In 1979, the United States Court of Appeals for the First Circuit established in Rogers v. Okin that a competent patient committed to a psychiatric hospital has the right to refuse treatment in non-emergency situations. The case of Rennie v. Klein established that an involuntarily committed individual has a constitutional right to refuse psychotropic medication without a court order. Rogers v. Okin established the patient’s right to make treatment decisions.

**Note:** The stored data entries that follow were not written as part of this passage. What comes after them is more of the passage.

/** A row in the unit its variable is shown in (shares × 100, in percent); totals are never shares. */
export function shownRow(r: RegionRow): RegionRow {
  if (!variableLabel(r.variable).percent) return r;
  const v = (x: number | null) => shownValue(r.variable, x);
  return { ...r, mean: v(r.mean), se: v(r.se), ci_low: v(r.ci_low), ci_high: v(r.ci_high) };
}

export interface EstimatesTableOptions {
  /** The table's id (default `estimates`). */
  readonly id?: string;
  /** Show forest area and total columns (default true). */
  readonly totals?: boolean;
}

export function estimatesTable(rows: readonly RegionRow[], whole?: string, options: EstimatesTableOptions = {}): Markup {
  const { id = 'estimates', totals = true } = options;
  // The stand-table classes have a table of their own (stand-table-section.ts).
  const variables = [...new Set(rows.map((r) => r.variable))].filter((v) => !isStandVariable(v));
  const body = variables.map((v) => {
    const group = rows
      .filter((r) => r.variable === v)
      .sort((a, b) => (a.forest_type === WHOLE ? -1 : b.forest_type === WHOLE ? 1 : a.forest_type < b.forest_type ? -1 : 1))
      .map(shownRow);
    const label = variableLabel(v);
    return group.map(
      (r, i) => html`<tr class="${r.forest_type === WHOLE ? 'whole' : ''}" data-variable="${v}" data-forest-type="${r.forest_type}">
  ${i === 0 ? html`<td rowspan="${group.length}">${label.name}${label.unit ? html` <span class="muted">(${label.unit})</span>` : null}</td>` : null}
  <td>${stratumName(r.forest_type, whole)}</td><td class="num">${r.n_plots}</td><td class="num">${estimate(r.mean, r.se)}${cautionMark(r)}</td><td class="num">${standardError(r.se)}</td>
  <td class="num">${estimateInterval(r.ci_low, r.ci_high, r.se)}</td><td class="num">${samplingError(r.sampling_error_pct)}</td>
  ${totals ? html`<td class="num">${figure(r.forest_area_ha)}</td><td class="num">${estimate(r.total, totalSe(r))}</td>` : null}
</tr>`,
    );
  });
  return html`<table id="${id}"><thead><tr><th>Variable</th><th>Stratum</th><th class="num">Plots</th><th class="num">Mean</th><th class="num">SE</th><th class="num">95 % CI</th><th class="num">Sampling error</th>${totals ? html`<th class="num">Forest area (ha)</th><th class="num">Total</th>` : null}</tr></thead><tbody>${body}</tbody></table>`;
}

Additional U.S. Supreme Court decisions have added more restraints to involuntary commitment and treatment. Foucha v. Louisiana established the unconstitutionality of the continued commitment of an insanity acquittee who was not suffering from a mental illness. In Jackson v. Indiana the court ruled that a person adjudicated incompetent could not be indefinitely committed. In Perry v. Louisiana the court struck down the forcible medication of a prisoner for the purposes of rendering him competent to be executed. In Riggins v. Nevadathe court ruled that a defendant had the right to refuse psychiatric medication while he was on trial, given to mitigate his psychiatric symptoms. Sell v. United States imposed stringent limits on the right of a lower court to order the forcible administration of antipsychotic medication to a criminal defendant who had been determined to be incompetent to stand trial for the sole purpose of making them competent and able to be tried. In Washington v. Harper the Supreme Court upheld the involuntary medication of correctional facility inmates only under certain conditions as determined by established policy and procedures.[2]